• ABOUT THIS TASK
I'd like an exact copy of every line from the start of the entries below through the line containing "it('asks anew after", please.

• RECORD SET
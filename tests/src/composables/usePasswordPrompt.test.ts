import { describe, expect, it } from 'vitest'
import { usePasswordPrompt } from '@/composables/usePasswordPrompt.ts'

describe('the password prompt', () => {
  it('gives every call that waits the same answer', async () => {
    const { ask, finish, pending } = usePasswordPrompt()
    const both = Promise.all([ask(), ask()])
    expect(pending.value).not.toBeNull()
    finish(true)
    expect(await both).toEqual([true, true])
    expect(pending.value).toBeNull()
  })

  it('asks anew after it was given up', async () => {
    const { ask, finish } = usePasswordPrompt()
    const first = ask()
    finish(false)
    expect(await first).toBe(false)
    const second = ask()
    finish(true)
    expect(await second).toBe(true)
  })
})
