import { fileURLToPath, URL } from 'node:url'
import vue from '@vitejs/plugin-vue'
import { defineConfig } from 'vitest/config'
import { nameEarlyChunks, withoutJsonSchema } from './scripts/lib/vite-plugins.ts'

const alias = { '@': fileURLToPath(new URL('./src', import.meta.url)) }

export default defineConfig({
  publicDir: 'src/public',
  plugins: [vue(), withoutJsonSchema(), nameEarlyChunks('src/views/BoardView.vue', 'board-chunks')],
  resolve: { alias },
  build: {
    outDir: 'dist',
    target: 'es2022',
    assetsInlineLimit: 0,
    manifest: true,
    modulePreload: { polyfill: false },
    rolldownOptions: {
      treeshake: { propertyReadSideEffects: false, unknownGlobalSideEffects: false },
      output: {
        codeSplitting: {
          // Few files: a first visit over a slow line pays for every request.
          groups: [
            { name: 'core', test: /[\\/]node_modules[\\/](?:@?vue|pinia|vue-router|zod)[\\/]/ },
            { name: 'common', test: /[\\/](?:src|shared)[\\/]/, minShareCount: 3 },
          ],
        },
      },
    },
  },
  server: { proxy: { '/api': 'http://127.0.0.1:8080' } },
  test: {
    projects: [
      {
        extends: true,
        test: {
          name: 'unit',
          include: ['tests/shared/**/*.test.ts', 'tests/src/**/*.test.ts', 'tests/scripts/**/*.test.ts'],
        },
      },
      {
        extends: true,
        test: {
          name: 'api',
          include: ['tests/server/**/*.test.ts'],
          globalSetup: ['tests/support/global-setup.ts'],
          testTimeout: 20_000,
          hookTimeout: 60_000,
          maxWorkers: 2,
        },
      },
    ],
  },
})
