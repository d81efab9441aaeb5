/** Round numbers for an axis: steps of 1, 2, 2.5 or 5 times a power of ten, and the decimals that write them apart. */
export interface Ticks {
  readonly values: readonly number[]
  readonly digits: number
}

const STEPS = [1, 2, 2.5, 5, 10] as const

/** Every round number from `low` to `high`, at most `most` of them; of one value alone, that value. */
export function ticksBetween(low: number, high: number, most: number): Ticks {
  const span = high - low
  if (!(span > 0) || !Number.isFinite(span) || most < 2) return { values: [low], digits: 0 }
  return multiples(stepFor(span, most), low, high)
}

/** An axis that holds both ends and begins and ends on a round number. */
export function roundAxis(low: number, high: number, most: number): Ticks & { low: number; high: number } {
  const top = high > low ? high : low + 1
  let step = stepFor(top - low, most)
  // Rounded outwards, the steps may be one or two more than were asked for.
  while (Math.ceil(top / step - SLACK) - Math.floor(low / step + SLACK) + 1 > most) step = nextStep(step)
  const from = Math.floor(low / step + SLACK) * step
  const to = Math.ceil(top / step - SLACK) * step
  const ticks = multiples(step, from, to)
  return { ...ticks, low: ticks.values[0] ?? from, high: ticks.values.at(-1) ?? to }
}

/** What binary fractions may leave over: 0.6 / 0.2 is a little under 3. */
const SLACK = 1e-9

function stepFor(span: number, most: number): number {
  let step = 10 ** Math.floor(Math.log10(span / most))
  while (Math.floor(span / step + SLACK) + 1 > most) step = nextStep(step)
  return step
}

function nextStep(step: number): number {
  const power = 10 ** Math.floor(Math.log10(step) + SLACK)
  const next = STEPS.find((one) => one > step / power + SLACK) ?? 10
  return next * power
}

function multiples(step: number, low: number, high: number): Ticks {
  const digits = decimalsOf(step)
  const first = Math.ceil(low / step - SLACK)
  const last = Math.floor(high / step + SLACK)
  const values = Array.from({ length: last - first + 1 }, (_, count) =>
    // Adding 0 turns -0 into 0.
    Number(((first + count) * step + 0).toFixed(digits + 2)),
  )
  return { values, digits }
}

/** Decimals that write every multiple of a step: 0.25 needs two, 50 none. */
function decimalsOf(step: number): number {
  let digits = 0
  while (digits < 9 && Math.abs(step * 10 ** digits - Math.round(step * 10 ** digits)) > SLACK) digits += 1
  return digits
}
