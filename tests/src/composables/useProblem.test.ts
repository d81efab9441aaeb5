import { describe, expect, it } from 'vitest'
import { ProblemError } from '@/api/problem-error.ts'
import { useProblem } from '@/composables/useProblem.ts'

const invalid = (pointer: string) =>
  new ProblemError({ code: 'request-invalid', fields: new Map([[pointer, 'Look again.']]) })

describe('the problem of a form', () => {
  it('keeps what the work throws and finds the message of a field', async () => {
    const { error, problem, field, run } = useProblem()
    const result = await run(() => Promise.reject(invalid('#/details/ratedAh')))
    expect(result).toBeUndefined()
    expect(problem.value?.code).toBe('request-invalid')
    expect(field('details', 'ratedAh')).toBe('Look again.')
    expect(field('name')).toBeUndefined()
    expect(error.value).toBe(problem.value)
  })

  it('is gone when the next work goes well', async () => {
    const { error, run } = useProblem()
    await run(() => Promise.reject(new Error('x')))
    expect(await run(async () => 7)).toBe(7)
    expect(error.value).toBeNull()
  })

  it('escapes names as JSON pointers do', async () => {
    const { field, run } = useProblem()
    await run(() => Promise.reject(invalid('#/a~1b/c~0d/0')))
    expect(field('a/b', 'c~d', 0)).toBe('Look again.')
  })
})
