import { addMonths, daysBetween, type PlainDate } from '#shared/engine/plain-date.ts'
import { monthName } from '@/format/day.ts'
import type { Range, Scale } from './scale.ts'
import { linearScale } from './scale.ts'

/** Calendar days on an axis. A day's number counts from this one, so that any two can be compared. */
const FIRST: PlainDate = '2000-01-01'

export const dayNumber = (day: PlainDate) => daysBetween(FIRST, day)

export interface DayTick {
  readonly day: PlainDate
  readonly label: string
}

const STEP_MONTHS = [1, 2, 3, 6, 12, 24, 60, 120] as const

/** The first of months between two days, at most `most`; the year is said at its first tick. */
export function dayTicks(from: PlainDate, to: PlainDate, most: number): DayTick[] {
  for (const step of STEP_MONTHS) {
    const days = firstsOf(from, to, step)
    if (days.length <= most) return days.map((day, index) => ({ day, label: labelOf(day, days[index - 1]) }))
  }
  return []
}

function firstsOf(from: PlainDate, to: PlainDate, step: number): PlainDate[] {
  const [year = 0, month = 1] = from.split('-').map(Number)
  // Steps are counted from January, of years from the year 2000, so that they do not wander with the data.
  const months = Math.ceil(((year - 2000) * 12 + month - 1) / step) * step
  const days: PlainDate[] = []
  for (let day = addMonths(FIRST, months); day <= to; day = addMonths(day, step))
    if (day >= from) days.push(day)
  return days
}

function labelOf(day: PlainDate, before: PlainDate | undefined): string {
  const month = monthName(Number(day.slice(5, 7)))
  return before?.slice(0, 4) === day.slice(0, 4) ? month : `${month} ${day.slice(0, 4)}`
}

export function dayScale(
  from: PlainDate,
  to: PlainDate,
  start: number,
  end: number,
): (day: PlainDate) => number {
  const range: Range = { low: dayNumber(from), high: dayNumber(to) }
  const scale: Scale = linearScale(range, start, end)
  return (day) => scale(dayNumber(day))
}
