/** The numbers of a picture as a table: what it is drawn from, with units in the headings. */
export interface ChartTable {
  readonly columns: readonly string[]
  readonly rows: readonly ChartRow[]
}

export interface ChartRow {
  readonly cells: readonly string[]
  /** The test that the row stands on, reached by its first cell. */
  readonly testId?: string
}
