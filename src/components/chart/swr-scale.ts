/**
 * An SWR axis even in the reflected voltage, |Gamma| = (SWR - 1)/(SWR + 1): it reaches from 1 to infinity on a finite
 * length and gives equal lengths to equal changes of what comes back. Source: calculation sheet, section 2.
 */
import type { Scale } from './scale.ts'

/** |Gamma|, 0 to 1; an SWR of Infinity is 1. */
export function reflected(swr: number): number {
  return swr === Infinity ? 1 : (swr - 1) / (swr + 1)
}

/** The places of SWR 1 and of `highest`, px. */
export function swrScale(highest: number, from: number, to: number): Scale {
  const full = reflected(highest)
  return (swr) => from + ((to - from) * Math.min(reflected(swr), full)) / full
}

/** Which numbers go first where there is no room for all. */
const BY_IMPORTANCE = [1, Infinity, 2, 3, 1.5, 5, 10, 1.2, 2.5, 4, 7, 20] as const

/** The numbers to write on the axis, upwards, no two closer than `gap` px. */
export function swrTicks(highest: number, scale: Scale, gap: number): number[] {
  const chosen: number[] = []
  for (const swr of BY_IMPORTANCE) {
    if (swr > highest) continue
    if (chosen.every((other) => Math.abs(scale(other) - scale(swr)) >= gap)) chosen.push(swr)
  }
  return chosen.sort((a, b) => a - b)
}

/** The end of an axis that holds these: the next of the usual numbers above. */
export function highestSwr(values: readonly number[]): number {
  const most = values.reduce((a, b) => Math.max(a, b), 1)
  return [2, 2.5, 3, 4, 5, 7, 10, 20].find((swr) => swr >= most * 1.08) ?? Infinity
}
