import type { RefrigerantLine, RefrigerantRecordAnswer, SaturationAnswer } from '~~/utils/contract/refrigerants'
import { CATALOGUE } from '~~/utils/refrigerant/allRefrigerants'
import { isFlammable, isToxic } from '~~/utils/refrigerant/safety'
import { hasLiquidAt, saturationAt } from '~~/utils/refrigerant/saturation'
import type { Refrigerant } from '~~/utils/refrigerant/types'
import { problem } from '../http/problem'

/** Every refrigerant of the catalogue, in its order. */
export function refrigerantLines(): RefrigerantLine[] {
  return [...CATALOGUE.refrigerants.values()].map(({ designation, kind, safetyClass, accuracyGroup }) => ({
    designation, kind, safetyClass, accuracyGroup, flammable: isFlammable(safetyClass), toxic: isToxic(safetyClass),
  }))
}

/** What is known of one refrigerant, without its table. Errors: 404 where the catalogue has none of this name. */
export function refrigerantRecord(designation: string): RefrigerantRecordAnswer {
  const { table: _, ...record } = refrigerantNamed(designation)
  return { ...record, flammable: isFlammable(record.safetyClass), toxic: isToxic(record.safetyClass) }
}

/** Saturation of a refrigerant. Errors: 404; 422 outside its table. */
export function saturationOf(designation: string, temperatureC: number): SaturationAnswer {
  const refrigerant = refrigerantNamed(designation)
  if (!hasLiquidAt(refrigerant, temperatureC)) {
    const coldest = refrigerant.table[0]?.tC ?? refrigerant.tableMaxC
    throw problem(422, 'Outside the table', `${refrigerant.designation} has saturation data from ${coldest} °C to ${refrigerant.tableMaxC} °C.`, [
      { path: 'temperatureC', message: 'is outside the table' },
    ])
  }
  return saturationAt(refrigerant, temperatureC)
}

/** A refrigerant of the catalogue by its name, in any case. Errors: 404 where it has none of this name. */
export function refrigerantNamed(designation: string): Refrigerant {
  const wanted = designation.toUpperCase()
  const found = CATALOGUE.refrigerants.get(designation)
    ?? [...CATALOGUE.refrigerants.values()].find(one => one.designation.toUpperCase() === wanted)
  if (!found) throw problem(404, 'No such refrigerant', 'The catalogue does not have it under this name.')
  return found
}
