import type { CountersigningAnswer, WaitingEntry } from '../../../utils/contract/countersigning'
import type { Database } from '../database/database'
import { foreignCursor } from '../http/cursor'
import { custodyLog } from './custodyLog'

/** More lines than a cylinder ever has: its whole log. */
const WHOLE_LOG = Number.MAX_SAFE_INTEGER

/**
 * What trainees recorded under a supervisor that waits for that person's signature, the first recorded first; of one
 * cylinder where its id is given. Errors: 400 for a cursor that is none of ours.
 */
export async function waitingSignatures(
  db: Database, supervisorId: string, { cylinderId, limit, cursor }: { cylinderId?: string, limit: number, cursor?: string },
): Promise<CountersigningAnswer> {
  if (cursor !== undefined && !/^[1-9]\d{0,14}$/.test(cursor)) throw foreignCursor()
  const cylinders = await cylindersWaiting(db, supervisorId, cylinderId)
  const logs = await Promise.all(cylinders.map(id => custodyLog(db, id, { limit: WHOLE_LOG })))
  const waiting = logs.flatMap(({ items, cylinder: { id, labelCode, serial } }) => items
    .filter(line => line.signature?.by === null && line.supervisor?.id === supervisorId && line.author.id !== supervisorId)
    .map((line): WaitingEntry => ({ cylinder: { id, labelCode, serial }, line })))
    .sort((a, b) => a.line.seq - b.line.seq)
  const rest = waiting.filter(({ line }) => line.seq > Number(cursor ?? 0))
  const items = rest.slice(0, limit)
  return { items, nextCursor: rest.length > limit ? String(items.at(-1)!.line.seq) : null, total: waiting.length }
}

// No cylinder that waits is left out. One in which something was corrected, a signature maybe, may wait again: the fold tells.
async function cylindersWaiting(db: Database, supervisorId: string, cylinderId?: string): Promise<string[]> {
  const { rows } = await db.readClient.execute({
    sql: `SELECT DISTINCT e.cylinder_id FROM custody_events e
      WHERE e.trainee = 1 AND e.supervisor_id = ? AND (? IS NULL OR e.cylinder_id = ?)
        AND (NOT EXISTS (SELECT 1 FROM custody_events s WHERE s.cylinder_id = e.cylinder_id AND s.kind = 'countersigned'
            AND s.actor_id = e.supervisor_id AND json_extract(s.body, '$.details.eventId') = e.id)
          OR EXISTS (SELECT 1 FROM custody_events s WHERE s.cylinder_id = e.cylinder_id AND s.kind = 'corrected'))`,
    args: [supervisorId, cylinderId ?? null, cylinderId ?? null],
  })
  return rows.map(row => row[0] as string)
}
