import { pastIn } from '../../../utils/contract/past'
import type { Past } from '../../../utils/custody/asItStood'
import { impossible } from '../http/impossible'

/** The past that a query asks for; null where it asks for the present. Errors: 422 for an instant still to come. */
export function askedPast(query: { asOf?: string, knownAt?: string }, nowMs: number): Past | null {
  const past = pastIn(query)
  for (const name of ['asOf', 'knownAt'] as const) {
    if (past !== null && (past[name] ?? 0) > nowMs) throw impossible(name, 'must not be still to come')
  }
  return past
}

• TASK ANSWER
filename tests/src/composables/usePasswordPrompt.test.ts
import { describe, expect, it } from 'vitest'
import { usePasswordPrompt } from '@/composables/usePasswordPrompt.ts'

describe('the password prompt', () => {
  it('gives every call that waits the same answer', async () => {
    const { ask, finish, pending } = usePasswordPrompt()
    const both = Promise.all([ask(), ask()])
    expect(pending.value).not.toBeNull()
    finish(true)
    expect(await both).toEqual([true, true])
    expect(pending.value).toBeNull()
  })

  it('asks anew after it was given up', async () => {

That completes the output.